**Your goal**
A word-for-word copy of the records below is required.

**Entries provided**

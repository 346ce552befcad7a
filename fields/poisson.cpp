// SPDX-License-Identifier: MIT
#include "fields/poisson.hpp"

#include <algorithm>
#include <cmath>

#include "inputs/constants.hpp"

namespace spokewright {
namespace {

double* doubles(Poisson::Harmonics& values) {
    return reinterpret_cast<double*>(values.data());
}

}  // namespace

Poisson::Poisson(const PolarGrid& grid)
    : grid_(grid),
      fourier_(grid.n_r + 1, grid.n_theta),
      width_(2 * static_cast<std::size_t>(fourier_.harmonics())),
      conductance_(static_cast<std::size_t>(grid.n_r)),
      pivot_(static_cast<std::size_t>(grid.n_r + 1) * width_, 0.0),
      laplace_(pivot_.size(), 0.0),
      charge_(static_cast<std::size_t>(grid.n_r + 1) * static_cast<std::size_t>(fourier_.harmonics())),
      wall_charge_(static_cast<std::size_t>(fourier_.harmonics())) {
    for (int i = 0; i < grid.n_r; ++i) {
        conductance_[static_cast<std::size_t>(i)] = 1 / std::log(grid.radius(i + 1) / grid.radius(i));
    }
    const auto n_r = static_cast<std::size_t>(grid.n_r);
    for (std::size_t lane = 0; lane < width_; ++lane) {
        const double sine = std::sin(0.5 * static_cast<double>(lane / 2) * grid.dtheta());
        const double eigenvalue = 4 * sine * sine / (grid.dtheta() * grid.dtheta());
        // Thomas elimination: pivot_i = 1 / (d_i - g_{i-1}^2 pivot_{i-1}), the same for every right-hand side.
        double previous = 0;
        for (std::size_t i = 1; i < n_r; ++i) {
            const double radius = grid.radius(static_cast<int>(i));
            const double arc = std::log((radius + 0.5 * grid.dr()) / (radius - 0.5 * grid.dr()));  // integral of dr / r
            const double diagonal = conductance_[i - 1] + conductance_[i] + arc * eigenvalue;
            previous = 1 / (diagonal - conductance_[i - 1] * conductance_[i - 1] * previous);
            pivot_[i * width_ + lane] = previous;
        }
        laplace_[n_r * width_ + lane] = 1;
        for (std::size_t i = n_r - 1; i >= 1; --i) {
            laplace_[i * width_ + lane] =
                conductance_[i] * pivot_[i * width_ + lane] * laplace_[(i + 1) * width_ + lane];
        }
    }
}

void Poisson::transform(std::span<const double> node_charge) {
    fourier_.forward(node_charge, charge_);
    double* sum = doubles(wall_charge_);
    std::fill(sum, sum + width_, 0.0);
    const double* row = doubles(charge_);
    const double* weight = laplace_.data();
    for (int i = 0; i <= grid_.n_r; ++i, row += width_, weight += width_) {
        for (std::size_t lane = 0; lane < width_; ++lane) {
            sum[lane] += row[lane] * weight[lane];
        }
    }
}

void Poisson::solve(std::span<const std::complex<double>> wall, std::span<double> potential) {
    const auto n_r = static_cast<std::size_t>(grid_.n_r);
    // Node charge to flux a radian, and the 1/n_theta of the inverse transform.
    const double scale = 1 / (kVacuumPermittivity * grid_.axial_height * grid_.dtheta() * grid_.n_theta);
    double* rows = doubles(charge_);
    std::fill(rows, rows + width_, 0.0);
    for (std::size_t i = 1; i < n_r; ++i) {
        const double g = conductance_[i - 1];
        const double* inner = rows + (i - 1) * width_;
        const double* pivot = pivot_.data() + i * width_;
        double* row = rows + i * width_;
        for (std::size_t lane = 0; lane < width_; ++lane) {
            row[lane] = (row[lane] * scale + g * inner[lane]) * pivot[lane];
        }
    }
    const double inverse_length = 1.0 / grid_.n_theta;
    for (std::size_t m = 0; m < wall_charge_.size(); ++m) {
        charge_[n_r * wall_charge_.size() + m] = wall[m] * inverse_length;
    }
    for (std::size_t i = n_r - 1; i >= 1; --i) {
        const double g = conductance_[i];
        const double* outer = rows + (i + 1) * width_;
        const double* pivot = pivot_.data() + i * width_;
        double* row = rows + i * width_;
        for (std::size_t lane = 0; lane < width_; ++lane) {
            row[lane] += g * pivot[lane] * outer[lane];
        }
    }
    fourier_.backward(charge_, potential);
}

Poisson::Harmonics Poisson::wall_harmonics(std::span<const double> values) {
    const RowFourier fourier(1, static_cast<int>(values.size()));
    const AlignedVector<double> row(values.begin(), values.end());
    Harmonics harmonics(static_cast<std::size_t>(fourier.harmonics()));
    fourier.forward(row, harmonics);
    return harmonics;
}

double Poisson::row_product(std::span<const std::complex<double>> a, std::span<const std::complex<double>> b) const {
    // Parseval; every harmonic but 0 and the Nyquist one stands for itself and its conjugate.
    double sum = 0;
    for (std::size_t m = 0; m < a.size(); ++m) {
        const bool single = m == 0 || 2 * m == static_cast<std::size_t>(grid_.n_theta);
        sum += (single ? 1 : 2) * (a[m].real() * b[m].real() + a[m].imag() * b[m].imag());
    }
    return sum / grid_.n_theta;
}

double Poisson::laplace_weight(int row, int harmonic) const {
    return laplace_[static_cast<std::size_t>(row) * width_ + 2 * static_cast<std::size_t>(harmonic)];
}

}  // namespace spokewright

**Output for this exercise**
repository 346ce552befcad7a
filename fields/poisson.cpp
// SPDX-License-Identifier: MIT
#include "fields/poisson.hpp"

#include <algorithm>
#include <cmath>

#include "inputs/constants.hpp"

namespace spokewright {
namespace {

double* doubles(Poisson::Harmonics& values) {
    return reinterpret_cast<double*>(values.data());
}

}  // namespace

Poisson::Poisson(const PolarGrid& grid)
    : grid_(grid),
      fourier_(grid.n_r + 1, grid.n_theta),
      width_(2 * static_cast<std::size_t>(fourier_.harmonics())),
      conductance_(static_cast<std::size_t>(grid.n_r)),
      pivot_(static_cast<std::size_t>(grid.n_r + 1) * width_, 0.0),
      laplace_(pivot_.size(), 0.0),
      charge_(static_cast<std::size_t>(grid.n_r + 1) * static_cast<std::size_t>(fourier_.harmonics())),
      wall_charge_(static_cast<std::size_t>(fourier_.harmonics())) {
    for (int i = 0; i < grid.n_r; ++i) {
        conductance_[static_cast<std::size_t>(i)] = 1 / std::log(grid.radius(i + 1) / grid.radius(i));
    }
    const auto n_r = static_cast<std::size_t>(grid.n_r);
    for (std::size_t lane = 0; lane < width_; ++lane) {
        const double sine = std::sin(0.5 * static_cast<double>(lane / 2) * grid.dtheta());
        const double eigenvalue = 4 * sine * sine / (grid.dtheta() * grid.dtheta());
        // Thomas elimination: pivot_i = 1 / (d_i - g_{i-1}^2 pivot_{i-1}), the same for every right-hand side.
        double previous = 0;
        for (std::size_t i = 1; i < n_r; ++i) {
            const double radius = grid.radius(static_cast<int>(i));
            const double arc = std::log((radius + 0.5 * grid.dr()) / (radius - 0.5 * grid.dr()));  // integral of dr / r
            const double diagonal = conductance_[i - 1] + conductance_[i] + arc * eigenvalue;
            previous = 1 / (diagonal - conductance_[i - 1] * conductance_[i - 1] * previous);
            pivot_[i * width_ + lane] = previous;
        }
        laplace_[n_r * width_ + lane] = 1;
        for (std::size_t i = n_r - 1; i >= 1; --i) {
            laplace_[i * width_ + lane] =
                conductance_[i] * pivot_[i * width_ + lane] * laplace_[(i + 1) * width_ + lane];
        }
    }
}

void Poisson::transform(std::span<const double> node_charge) {
    fourier_.forward(node_charge, charge_);
    double* sum = doubles(wall_charge_);
    std::fill(sum, sum + width_, 0.0);
    const double* row = doubles(charge_);
    const double* weight = laplace_.data();
    for (int i = 0; i <= grid_.n_r; ++i, row += width_, weight += width_) {
        for (std::size_t lane = 0; lane < width_; ++lane) {
            sum[lane] += row[lane] * weight[lane];
        }
    }
}

void Poisson::solve(std::span<const std::complex<double>> wall, std::span<double> potential) {
    const auto n_r = static_cast<std::size_t>(grid_.n_r);
    // Node charge to flux a radian, and the 1/n_theta of the inverse transform.
    const double scale = 1 / (kVacuumPermittivity * grid_.axial_height * grid_.dtheta() * grid_.n_theta);
    double* rows = doubles(charge_);
    std::fill(rows, rows + width_, 0.0);
    for (std::size_t i = 1; i < n_r; ++i) {
        const double g = conductance_[i - 1];
        const double* inner = rows + (i - 1) * width_;
        const double* pivot = pivot_.data() + i * width_;
        double* row = rows + i * width_;
        for (std::size_t lane = 0; lane < width_; ++lane) {
            row[lane] = (row[lane] * scale + g * inner[lane]) * pivot[lane];
        }
    }
    const double inverse_length = 1.0 / grid_.n_theta;
    for (std::size_t m = 0; m < wall_charge_.size(); ++m) {
        charge_[n_r * wall_charge_.size() + m] = wall[m] * inverse_length;
    }
    for (std::size_t i = n_r - 1; i >= 1; --i) {
        const double g = conductance_[i];
        const double* outer = rows + (i + 1) * width_;
        const double* pivot = pivot_.data() + i * width_;
        double* row = rows + i * width_;
        for (std::size_t lane = 0; lane < width_; ++lane) {
            row[lane] += g * pivot[lane] * outer[lane];
        }
    }
    fourier_.backward(charge_, potential);
}

Poisson::Harmonics Poisson::wall_harmonics(std::span<const double> values) {
    const RowFourier fourier(1, static_cast<int>(values.size()));
    const AlignedVector<double> row(values.begin(), values.end());
    Harmonics harmonics(static_cast<std::size_t>(fourier.harmonics()));
    fourier.forward(row, harmonics);
    return harmonics;
}

double Poisson::row_product(std::span<const std::complex<double>> a, std::span<const std::complex<double>> b) const {
    // Parseval; every harmonic but 0 and the Nyquist one stands for itself and its conjugate.
    double sum = 0;
    for (std::size_t m = 0; m < a.size(); ++m) {
        const bool single = m == 0 || 2 * m == static_cast<std::size_t>(grid_.n_theta);
        sum += (single ? 1 : 2) * (a[m].real() * b[m].real() + a[m].imag() * b[m].imag());
    }
    return sum / grid_.n_theta;
}

double Poisson::laplace_weight(int row, int harmonic) const {
    return laplace_[static_cast<std::size_t>(row) * width_ + 2 * static_cast<std::size_t>(harmonic)];
}

}  // namespace spokewright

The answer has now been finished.